#### INSTRUCTIONS TO FOLLOW:
Give the number of lines in the data that hold the string "keys". Nothing else is needed.

DATA: Begin

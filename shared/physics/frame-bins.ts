import type { FrameMap } from './frame-maps';
import type { CellGrid, PeakShape } from './gaussian-cells';

/** Rectangle of map bins. */
export interface MapRegion {
  x: number;
  y: number;
  nx: number;
  ny: number;
}

/**
 * A cut-out of a map in cells of `side` x `side` bins, what is fitted: a broad peak is as well known from coarse cells, at
 * a fraction of the time and memory. Cells hold sums over the bins that are not blocked.
 */
export interface CoarseCells {
  side: number;
  region: MapRegion;
  /** Cells in units of their own side; lag or index sum 0 is at 0. */
  grid: CellGrid;
  /** Sum over the open bins of every cell; `at` gives the value of a map bin. */
  sum(at: (bin: number) => number): Float64Array;
  /** Number of open bins. */
  open: Float64Array;
}

/** Cells along the longer side of a cut-out beyond which it is fitted in coarser ones. */
const MOST_CELLS = 128;
/** Standard deviations that a cell's side may have at most: averaging then changes the shape by less than 0.1 %. */
const LARGEST_SIDE = 1 / 3;

/** Odd, so that lag 0 sits in the middle of a cell and d and -d fall into cells that are copies. */
export function coarseSide(region: MapRegion, shape: PeakShape): number {
  const needed = Math.ceil(Math.max(region.nx, region.ny) / MOST_CELLS);
  const allowed = Math.floor(LARGEST_SIDE * Math.sqrt(Math.min(shape.xx, shape.yy)));
  return Math.max(
    1,
    Math.min(needed % 2 === 1 ? needed : needed + 1, allowed % 2 === 1 ? allowed : allowed - 1),
  );
}

/** Cells around bin (cx, cy), as many as fit into the region; the rest at its edges is left out. */
export function coarseCells(
  map: FrameMap,
  region: MapRegion,
  side: number,
  centre: { x: number; y: number },
  origin: { x: number; y: number },
): CoarseCells {
  const x = cut(region.x, region.nx, centre.x, side);
  const y = cut(region.y, region.ny, centre.y, side);
  const inner = { x: x.first, y: y.first, nx: x.cells * side, ny: y.cells * side };
  const sum = (at: (bin: number) => number): Float64Array => {
    const out = new Float64Array(x.cells * y.cells);
    for (let v = 0; v < inner.ny; v += 1) {
      const row = Math.floor(v / side) * x.cells;
      for (let u = 0; u < inner.nx; u += 1) {
        const bin = (inner.y + v) * map.nx + inner.x + u;
        if (map.blocked[bin] === 1) continue;
        const cell = row + Math.floor(u / side);
        out[cell] = (out[cell] as number) + at(bin);
      }
    }
    return out;
  };
  const half = (side - 1) / 2;
  return {
    side,
    region: inner,
    grid: {
      nx: x.cells,
      ny: y.cells,
      x0: (inner.x + half - origin.x) / side,
      y0: (inner.y + half - origin.y) / side,
    },
    sum,
    open: sum(() => 1),
  };
}

function cut(first: number, count: number, centre: number, side: number): { first: number; cells: number } {
  const half = (side - 1) / 2;
  const middle = Math.min(Math.max(centre, first + half), first + count - 1 - half);
  const before = Math.floor((middle - half - first) / side);
  const after = Math.floor((first + count - 1 - half - middle) / side);
  return { first: middle - half - before * side, cells: before + 1 + after };
}

/** From bins to cells of `side`, and back. Averaging over a cell adds (side^2 - 1)/12 to the variances. */
export function shapeInCells(shape: PeakShape, side: number): PeakShape {
  const area = side * side;
  const blur = (area - 1) / 12;
  const { mx, my, xx, xy, yy } = shape;
  return { mx: mx / side, my: my / side, xx: (xx + blur) / area, xy: xy / area, yy: (yy + blur) / area };
}

export function shapeInBins(shape: PeakShape, side: number): PeakShape {
  const area = side * side;
  const blur = (area - 1) / 12;
  const { mx, my, xx, xy, yy } = shape;
  return { mx: mx * side, my: my * side, xx: xx * area - blur, xy: xy * area, yy: yy * area - blur };
}
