/**
 * Dead time and afterpulsing of one counter. Laws: Knoll, Radiation Detection and Measurement, from memory, derived
 * again. They hold for steady Poisson light; pulsed or bunched light needs simulation.
 */
export function trueRateNonParalysable(measured: number, deadS: number): number | null {
  const live = 1 - measured * deadS;
  return live > 0 ? measured / live : null;
}

/** Largest rate a paralysable counter can report, 1/(e t_d). */
export function largestParalysableRate(deadS: number): number {
  return 1 / (Math.E * deadS);
}

/**
 * m = n exp(-n t_d) solved for the lower of its two roots, n t_d < 1, by Newton's method from below. Null when the
 * measured rate is above what such a counter can report.
 */
export function trueRateParalysable(measured: number, deadS: number): number | null {
  const target = measured * deadS;
  if (!(target <= 1 / Math.E)) return null;
  // y exp(-y) is concave and rising on [0, 1), so steps from below never overshoot.
  let y = target;
  for (let n = 0; n < 200; n++) {
    const step = (target - y * Math.exp(-y)) / (Math.exp(-y) * Math.max(1e-9, 1 - y));
    y = Math.min(1, y + step);
    if (Math.abs(step) < 1e-15) break;
  }
  return y / deadS;
}

/** Observed over primary counts when each count starts an afterpulse with probability p: 1/(1-p), p < 1. */
export function afterpulseGain(probability: number): number {
  return 1 / (1 - probability);
}

/** Afterpulse probability from a channel's own delay histogram: counts above its flat base, per count. */
export function afterpulseProbability(inRange: number, base: number, counts: number): number {
  return (inRange - base) / counts;
}
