import type { ReactNode, RefObject } from 'react';

export interface PlotFrameProps {
  title: string | null;
  note?: ReactNode;
  /** What the cursor reads, or a hint while it is away. */
  readout: ReactNode;
  /** Explains marks of the plot: "2 σ", "masked". */
  keys?: ReactNode;
  /** Said once to screen readers, for moves by keyboard only. */
  announcement: string;
  height: number | undefined;
  hostRef: RefObject<HTMLDivElement | null>;
  children: ReactNode;
}

/** Caption, one line of read-out that is always there (so nothing jumps), and the box the plot is drawn in. */
export function PlotFrame(props: PlotFrameProps) {
  const { title, note, readout, keys, announcement, height, hostRef, children } = props;
  return (
    <figure
      className="flex min-h-0 min-w-0 flex-col"
      style={height === undefined ? { height: '100%' } : { height }}
      aria-label={title ?? undefined}
    >
      <figcaption className="flex flex-wrap items-baseline justify-between gap-x-3">
        {title === null ? null : <span className="min-w-0 truncate font-semibold">{title}</span>}
        {note === undefined ? null : (
          <span className="min-w-0 truncate font-mono text-xs text-dim">{note}</span>
        )}
      </figcaption>
      <div className="flex h-[1.6em] items-center justify-between gap-3 overflow-hidden font-mono text-[length:var(--plot-text)] whitespace-nowrap text-dim">
        <span className="min-w-0 shrink-0 max-w-full truncate" data-readout="">
          {readout}
        </span>
        <span className="flex min-w-0 items-center gap-3 overflow-hidden">{keys}</span>
      </div>
      <div ref={hostRef} className="relative min-h-0 flex-1 font-mono text-[length:var(--plot-text)]">
        {children}
      </div>
      <p className="sr-only" aria-live="polite">
        {announcement}
      </p>
    </figure>
  );
}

DATA: End

#### YOUR RESPONSE:
3